32. 32. The method of claim 31, wherein the patient is treated with an IL-17 or IL-17RD antibody.
33. 33. The method of claim 32, wherein the patient is further treated with an anti-inflammatory agent and/or an immune modulating agent.
34. 34. A set of RNA or protein markers for evaluating and predicting an impending RA flare in a patient comprising the markers selected from: (i) markers selected from COL1A2, COL5A1, COL16A1, COL14A1, COL4A2, PXDN, ST5, DCLK1, SCARA5, EGFR, EGR1, ZFHX4, COL3A1, COMP, FNDC1, GALNT15, SULF1, GPX8 and IGFBP6 as set out in Table 5; (ii) markers selected from COL1A2, COL5A1, COL16A1, COL14A1, COL4A2, PXDN, ST5, DCLK1, SCARA5, EGFR, EGR1 and ZFHX4 as set out in Table 9; (iii) a subset of at least 20 markers from the AC2 markers provided in Table 7; and (iv) a subset of at least 20 markers from the AC3 markers provided in Table 8.

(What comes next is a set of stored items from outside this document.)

// A table of a report list (e.g. equivalent_cylinder.branch_points): one row per item, one
// column per key of the item (`columns`, names under "<list>[]."); the first column heads its row.
// markRow(item) → false marks a row that fails (class eq-fail, data-ok), never by colour alone:
// yes/no cells carry a sign and a word.
export function listTable(vocab, report, { caption, list, columns, empty = "—", define = false, markRow = null, name }) {
  const items = pick(report, list) || [];
  const table = el("table", captionNode(caption), "numbers list-table");
  if (name) table.dataset.table = name;
  const head = el("tr");
  for (const c of columns) {
    const th = el("th", headingNode(vocab, `${list}[].${c}`, { define }));
    th.scope = "col";
    head.append(th);
  }
  table.append(el("thead", head));
  const tbody = el("tbody");
  items.forEach((item, i) => {
    const tr = el("tr");
    columns.forEach((c, j) => {
      const key = `${list}[${i}].${c}`;
      const cell = el(j === 0 ? "th" : "td", valueNode(vocab, key, item[c]), typeof item[c] === "number" ? "value" : "");
      if (j === 0) cell.scope = "row";
      if (typeof item[c] === "boolean") cell.className = item[c] ? "eq-ok" : "eq-bad";
      tr.append(cell);
    });
    if (markRow) {
      const ok = markRow(item);
      tr.dataset.ok = String(ok);
      if (!ok) tr.classList.add("eq-fail");
    }
    tbody.append(tr);
  });
  if (!items.length) {
    const td = el("td", empty, "eq-empty");
    td.colSpan = columns.length;
    tbody.append(el("tr", td));
  }
  table.append(tbody);
  return scrollBox(table, table.caption.textContent);
}

// --- plots ----------------------------------------------------------------------------------

// Replace the text of an Observable Plot axis label by the engine's label and unit of `key`,
// with the axis direction arrow: "↑ label (unit)" on y, "label (unit) →" on x. The drawing then
// carries the keys of both axes (data-key-x, data-key-y), which key its tick numbers too.
export function labelAxis(svg, axis, vocab, key) {
  const group = svg.querySelector(`g[aria-label="${axis}-axis label"]`);
  const text = group?.querySelector("text");
  if (!text) return;
  const q = must(vocab, key);
  const label = document.createElementNS(NS, "tspan");
  label.dataset.labelFor = key;
  label.append(markup(q.label_html, { svg: true, item: q.item }));
  const parts = [label];
  if (q.unit) {
    const unit = document.createElementNS(NS, "tspan");
    unit.dataset.unitFor = key;
    unit.textContent = q.unit;
    parts.push(" (", unit, ")");
  }
  text.replaceChildren(...(axis === "y" ? ["↑ ", ...parts] : [...parts, " →"]));
  svg.dataset[axis === "x" ? "keyX" : "keyY"] = key;
}

// A legend: one entry per series, a swatch of its colour (and dash) and the engine's label of
// what it draws (data-label-for), or a value of the report (data-key) such as a branch id.
export function legend(vocab, entries) {
  const list = el("ul", null, "legend");
  for (const e of entries) {
    const swatch = el("span", null, `swatch${e.dashed ? " dashed" : ""}${e.dot ? " dot" : ""}`);
    swatch.style.setProperty("--swatch", e.colour);
    swatch.dataset.colour = e.colour;
    swatch.setAttribute("aria-hidden", "true");
    let name;
    if (e.labelKey) name = labelNode(vocab, e.labelKey);
    else {
      name = el("span", e.text, "text-value");
      name.dataset.key = e.valueKey;
    }
    list.append(el("li", [swatch, " ", name]));
  }
  return list;
}

// A figure caption "<y label> against <x label>" from the engine's labels.
export function plotCaption(vocab, yKey, xKey, joiner = " against ") {
  return [labelNode(vocab, yKey), joiner, labelInSentence(vocab, xKey)];
}

// --- small DOM helper -----------------------------------------------------------------------

export function el(tag, content, className) {
  const node = document.createElement(tag);
  if (className) node.className = className;
  if (content === undefined || content === null) return node;
  for (const part of Array.isArray(content) ? content : [content]) {
    node.append(part instanceof Node ? part : String(part));
  }
  return node;
}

35. 35. The marker set of claim 34, wherein the subset of AC2 markers comprises naïve B cell gene markers and markers of developmental pathways for naïve B cells and leukocytes.
36. 36. The marker set of claim 34, wherein the subset of AC3 markers comprises markers of cartilage morphogenesis, endochondral bone growth, extracellular matrix organization and sublining fibroblasts.
37. 37. A system or kit for predicting an impending RA flare comprising a set of markers of claim 34 or a set of probes and/or antibodies for evaluating a set of markers of claim 34.
38. 38. The system or kit of claim 37, which further comprises a means for collection of the patient’s blood by fingerstick.